On the other hand, If we all went down there, and all the land owners, and sportsman occupy the beach prior to their arrival, there wouldnt be any room for them. With nothing but 4-bys parked at the entrance, they would have to go somewhere else.


----------



## HOO'S NEXT (Aug 22, 2009)

It would be fun to pull the stuck ones out with about 15' of slack in your tow strap and a 15 mph roll, then watch that POS with Swangas go rolling down beach road looking like a big sand crab. LOL


----------



## cklimpt (Jan 4, 2010)

Back in my younger days we would find said individuals stuck over on Crystal beach and lend a helping hand. I don't know how many bumpers we bent up by "not knowing what we were doing". I even remember my buddy going through the grill of a car onetime and hooking the towstrap to an A/C condensor line. We had a blast!!


----------



## Bayscout22 (Aug 9, 2007)

Shaky said:


> *Ahh, ya'll dont get it. they'll choke up the entrance to the beach, then back it up to the condo entrance, then they'll eventually find they're way to beach road and overload all the beach front house owners who convinced the county to make the first mile and a half pedestrian only.*
> 
> And if you think you'll make some money pulling people out when they get stuck? All I have to say is you better be armed and ready!

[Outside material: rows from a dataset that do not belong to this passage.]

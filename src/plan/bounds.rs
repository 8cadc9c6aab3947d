//! Bounds on pipeline values that no flow needs and that would make a run
//! allocate without limit or never finish: checked before anything is
//! built (`check_raw`), and against the grid once it is known
//! (`check_grid`).
//!
//! Owns: those bounds and their messages (each names the key, the value,
//! the bound and, for grid bounds, the grid). Does not own: the ordinary
//! range checks of each key (the section files).
//!
//! The absolute caps are far outside practice (common practice: smoothing
//! widths of a few pitches; vorticity of a lab flow below 1e6 1/s), so no
//! real pipeline meets them; they exist so that a typo like `sigma = 1e4`
//! is an error and not a 100 GB allocation.

use crate::error::{Error, Result};
use crate::field::Grid;

use super::{RawPipeline, RunPlan};

/// Largest Gaussian smoothing sigma, in pitches (stencil radius 4 sigma).
pub(crate) const MAX_SIGMA: f64 = 64.0;
/// Largest fixed PLS smoothing parameter (its kernel reach is capped at
/// 256 nodes from about s = 1e7 anyway).
pub(crate) const MAX_PLS_S: f64 = 1e8;
/// Largest colour-scale limit for vorticity, 1/s.
pub(crate) const MAX_VORTICITY_LIMIT: f64 = 1e12;

/// Checks the values whose resolution itself would cost without bound.
pub(crate) fn check_raw(raw: &RawPipeline) -> Result<()> {
    let cap = |key: &str, v: Option<f64>, max: f64, unit: &str| -> Result<()> {
        match v {
            Some(x) if x.is_finite() && x.abs() > max => Err(Error::usage(format!(
                "{key} = {x} is larger than curlew allows ({max}{unit}); no flow needs this, \
                 is it a typo?"
            ))),
            _ => Ok(()),
        }
    };
    cap(
        "[smoothing] sigma",
        raw.smoothing.sigma,
        MAX_SIGMA,
        " pitches",
    )?;
    cap("[smoothing] s", raw.smoothing.s, MAX_PLS_S, "")?;
    cap(
        "[figures] vorticity_limit",
        raw.figures.vorticity_limit,
        MAX_VORTICITY_LIMIT,
        " 1/s",
    )
}

/// Checks the run's stencils against its grid: a stencil that reaches
/// farther than the grid's longer side averages over nodes that do not
/// exist (and costs time for nothing).
pub fn check_grid(run: &RunPlan, grid: &Grid) -> Result<()> {
    let side = grid.nx.max(grid.ny);
    let shape = format!("the grid has {} x {} nodes", grid.nx, grid.ny);
    let at_most = |key: String, reach: usize, limit: usize| -> Result<()> {
        if reach > limit {
            return Err(Error::usage(format!(
                "{key} reaches {reach} nodes from the centre, but {shape}; \
                 at most {limit} fits this grid"
            )));
        }
        Ok(())
    };
    if let Some(st) = run.derive.smoother.equivalent_stencil() {
        let (rj, ri) = st.reach();
        let key = match run.derive.smoother {
            crate::stencil::smooth::Smoother::Pls { s: Some(s), .. } => {
                format!("[smoothing] s = {s}")
            }
            _ => "[smoothing] sigma or half_width (the smoothing stencil)".to_string(),
        };
        at_most(key, rj.max(ri), side - 1)?;
    }
    at_most(
        format!("[derivatives] window = {}", run.derive.ls_window),
        run.derive.ls_window / 2,
        side - 1,
    )?;
    at_most(
        format!("[derivatives] gamma_radius = {}", run.derive.gamma_radius),
        run.derive.gamma_radius,
        side - 1,
    )
}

Honestly, I think they'll be backed up over the bridge. I'm going South for the weekend.


----------



## poppadawg (Aug 10, 2007)

cklimpt said:


> Back in my younger days we would find said individuals stuck over on Crystal beach and lend a helping hand. I don't know how many bumpers we bent up by "not knowing what we were doing". I even remember my buddy going through the grill of a car onetime and hooking the towstrap to an A/C condensor line. We had a blast!!


That sounds like a really crappy thing to do to someone. We'd pulled people out as well. If we got a couple of beers out of it we were thrilled. Trashing someone property for kicks is pretty low


----------



## txgirl1722 (Oct 17, 2008)

Has anyone heard if this is still going down? We are heading to Matty this weekend. Thx.


----------



## cklimpt (Jan 4, 2010)

poppadawg said:


> That sounds like a really crappy thing to do to someone. We'd pulled people out as well. If we got a couple of beers out of it we were thrilled. Trashing someone property for kicks is pretty low


HA! If you would have seen these people and understood the way they were treating the home owners in the area you would understand. It was our way of getting back for what they had done and were doing. We had guys that used to get a running start and try to jump the dunes in their ghetto sleds. Destroying the dunes in front of my parents home. We would go down for a weekend only to find the windows in our house broken. Trust me it wasn't about getting "kicks" as you say but a little revenge, and yes we know it was all from the same group of people as we watched them from week to week.

I don't mind lending a helping hand and pulling people out at all, did it many of times.


----------



## Long Pole (Jun 5, 2008)

I know a girl that likes ATM...

I'm talking about from the pooper to the chewer, not the hoodlums.


----------



## goodonya (Feb 21, 2007)

We have a house down in Matty half way between the intercoastal and the beach. I'll be down there keeping an eye out when not fishing. I usually travel down there with several pieces. I am concerned about what the constabulary is going to do as far as searches on legit residents making their way to their houses.


----------



## spike404 (Sep 13, 2010)

cklimpt said:


> HA! If you would have seen these people and understood the way they were treating the home owners in the area you would understand. It was our way of getting back for what they had done and were doing. We had guys that used to get a running start and try to jump the dunes in their ghetto sleds. Destroying the dunes in front of my parents home. We would go down for a weekend only to find the windows in our house broken. Trust me it wasn't about getting "kicks" as you say but a little revenge, and yes we know it was all from the same group of people as we watched them from week to week.
> 
> I don't mind lending a helping hand and pulling people out at all, did it many of times.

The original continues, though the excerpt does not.